Neue App Summly kürzt die Nachrichten

Nachrichten für unterwegs, aber bitte schön kurz: Summly kürzt Artikel auf iPhone-Bildschirmlänge zusammen. Die App versteht sich vorerst nur auf englische Texte. Von der eleganten Oberfläche und einfachen Bedienung können andere Medien lernen.
Summly-App: Nachrichten, automatisch eingekürzt auf maximal 400 Zeichen

Summly-App: Nachrichten, automatisch eingekürzt auf maximal 400 Zeichen

Ein 17-jähriger Brite zeigt Medienunternehmen gerade, wie eine moderne Nachrichten-App für Smartphones aussieht. Summly heißt das iPhone-Programm von Nick D'Aloisio und seinen Mitarbeitern. Hinter der eleganten Oberfläche verbirgt sich ein Algorithmus, der Nachrichten automatisch auf 400 Zeichen eindampft - und zwar so, dass der Kern der Nachricht erhalten bleibt, noch dazu in lesbaren Sätzen. Die passen dann genau auf eine iPhone-Bildschirmseite.

Mehr als eine Twitter-Nachricht, weniger als der ganze Artikel - das funktioniert erstaunlich gut. Eine "Venture Beat"-Meldung von 2497  Zeichen kürzt Summly auf 346 Zeichen ein. Dabei werden zwei Sätze aus der ursprünglichen Meldung genommen, ein dritter Satz entsteht durch die Kombination zweier Sätze. Der Kern der Nachricht ist getroffen, wer mehr lesen will, gelangt durch Tippen auf eine etwas längere Summly-Zusammenfassung der Meldung. Wischt man eine Zusammenfassung nach unten, lädt die Originalseite.

Natürlich funktioniert das nur für den Nachrichtenkern, auf jede Hintergrundinformation muss der Leser verzichten. Oft sind drei Sätze eben nicht ausreichend - die meisten Nachrichten sind komplizierter. Für einen allerersten Überblick aber reicht es.

Die Grundannahme von Summly: Smartphone-Nutzer wollen sich in kurzer Zeit über viele Dinge informieren, die Websites von Medien mit ihren langen Artikeln sind einfach unpraktisch für unterwegs. Schon der Download einer solchen Nachrichtenseite kann dauern. Auf die Bedürfnisse von Smartphone-Nutzern setzen auch die Entwickler von Circa, einer App für News-Häppchen, oder die Macher der "Evening Edition ", einer auf mobile Nutzer ausgerichteten Tageszusammenfassung der Nachrichten.

Teilen-Menü von Summly: Die Oberfläche der App sieht elegant aus und reagiert schnell


Teilen-Menü von Summly: Die Oberfläche der App sieht elegant aus und reagiert schnell

Im Unterschied zu diesen redaktionellen Angeboten ist Summly eine Nachrichtenmaschine. Statt Journalisten entscheiden Algorithmen, welche Nachrichten nun wichtig sind - und wie sie gekürzt werden. Das wiederum unterscheidet Summly von Aggregatoren wie Flipboard, die Links aus sozialen Netzwerken oder von Websites auswerten und Fotos und Überschriften anzeigen.

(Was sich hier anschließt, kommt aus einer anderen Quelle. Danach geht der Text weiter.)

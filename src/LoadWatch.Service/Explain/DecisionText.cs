using LoadWatch.Service.Export;
using LoadWatch.Storage.Decisions;

namespace LoadWatch.Service.Explain;

/// <summary>What was decided, when and by whom, by which table, and why.</summary>
public static class DecisionText
{
    /// <summary><c>shelved until 2026-04-07 2026-03-31T06:30:00Z by NAME: NOTE</c>, without what was not said.</summary>
    /// <param name="all">Where a withdrawal finds what it withdrew.</param>
    public static string Sentence(Decision decision, IReadOnlyList<Decision> all) => $"{What(decision, all)}{Circumstances(decision)}";

    /// <summary><c> 2026-03-31T06:30:00Z by NAME: NOTE</c>, without what was not said.</summary>
    public static string Circumstances(Decision decision)
    {
        var by = decision.By is { } name ? $" by {OneLine.Of(name)}" : "";
        var table = decision.Via is { } via ? $" in {OneLine.Of(via.Split('|')[1])}" : "";
        var note = decision.Note is { } words ? $": {OneLine.Of(words)}" : "";
        return $" {Words.Utc(decision.Made)}{by}{table}{note}";
    }

    /// <summary><c>ill from 2026-03-02 until 2026-03-09</c>.</summary>
    public static string What(Decision decision, IReadOnlyList<Decision> all) => decision.Kind switch
    {
        DecisionKind.Acknowledge => "acknowledged",
        DecisionKind.Assign => $"assigned to {decision.Person}",
        DecisionKind.Shelve => $"shelved until {Words.Date(decision.Until!.Value)}",
        DecisionKind.Withdraw when all.FirstOrDefault(earlier => earlier.Id == decision.Subject) is { } earlier => $"withdrawn: {What(earlier, all)}",
        DecisionKind.Withdraw => "withdrawn",
        DecisionKind.Rest or DecisionKind.Match when decision.Until is null => $"{Words.Of(decision.Kind)} on {Words.Date(decision.From!.Value)}",
        _ => $"{Words.Of(decision.Kind)} from {Words.Date(decision.From!.Value)}{(decision.Until is { } until ? $" until {Words.Date(until)}" : "")}",
    };
}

In einem Test gab Summly bei mehreren Wirtschaftsmeldungen als Quelle Google News an - tatsächlich handelte es sich bei den zusammengefassten Meldungen um Artikel von den Websites großer Tageszeitungen wie der "New York Times".

Summly sortiert die Nachrichten in Themengebiete. Für jedes lässt sich einstellen, in welcher der vorgegebenen Quellen Summly nach News suchen soll. Die Quellen von Summly lassen sich allerdings nicht frei wählen, das Unternehmen arbeitet mit Nachrichtenseiten zusammen, die ihre Artikel von der App zusammengefasst haben wollen. So sollen Nutzer auf Inhalte stoßen, die sie sonst nicht entdecken würden.

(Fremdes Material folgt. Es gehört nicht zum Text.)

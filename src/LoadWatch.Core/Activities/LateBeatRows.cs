using LoadWatch.Recordings;

namespace LoadWatch.Activities;

/// <summary>Beats that came in messages of their own join the samples at their own times.</summary>
internal static class LateBeatRows
{
    /// <summary>
    /// The heart rates of the dated samples, NaN for none, and behind them the beats; within one second a usable reading of the samples wins, and a beat stands
    /// in the place of one that is not.
    /// </summary>
    public static (long[] Times, double[] HeartRates) With(SampleSeries samples, IReadOnlyList<TimedHeartRate> late)
    {
        var (times, rates) = Dated(samples);
        var rows = times.Count;
        var (taken, beaten) = (new HashSet<long>(), new HashSet<long>());
        for (var row = 0; row < times.Count; row++)
        {
            if (ChannelLimits.Usable(Channel.HeartRate, rates[row], Sport.Generic))
            {
                taken.Add(Second(times[row]));
            }
        }

        foreach (var beat in late)
        {
            if (!taken.Contains(Second(beat.UnixMilliseconds)))
            {
                times.Add(beat.UnixMilliseconds);
                rates.Add(beat.BeatsPerMinute);
                beaten.Add(Second(beat.UnixMilliseconds));
            }
        }

        for (var row = 0; row < rows && beaten.Count > 0; row++)
        {
            rates[row] = beaten.Contains(Second(times[row])) ? double.NaN : rates[row];
        }

        return ([.. times], [.. rates]);
    }

    private static (List<long> Times, List<double> Rates) Dated(SampleSeries samples)
    {
        var (times, rates) = (new List<long>(samples.Count), new List<double>(samples.Count));
        var column = samples[Channel.HeartRate];
        for (var row = 0; row < samples.Count; row++)
        {
            if (samples.UnixMilliseconds[row] is var time and not SampleSeries.Undated)
            {
                times.Add(time);
                rates.Add(column.IsEmpty ? double.NaN : column[row]);
            }
        }

        return (times, rates);
    }

    private static long Second(long milliseconds) => (long)Math.Floor(milliseconds / 1000.0);
}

Außerdem kann der App aufgeben werden, nach eigens gewählten Themen zu suchen. Hält man seinen Finger länger über einer Meldung, fächert sich ein Menü auf. So lassen sich der Artikel und die Zusammenfassung über Twitter, Facebook oder E-Mail verbreiten oder in eine Favoritenliste speichern.

Mehr als eine Million Dollar  Startkapital soll D'Aloisio gesammelt haben. Bereits vor einem Jahr hatte der damals noch 15-Jährige seine Textkürzungs-App Trimit präsentiert. Im Dezember 2011 folgte ein erster Summly-Prototyp, nun steht die kostenlose App im iTunes-Store zum Download bereit .

Bisher gibt es Summly nur als iOS-App, Versionen für Android und andere mobile Betriebssysteme sollen folgen. Genau wie weitere Sprachversionen - und ein Geschäftsmodell.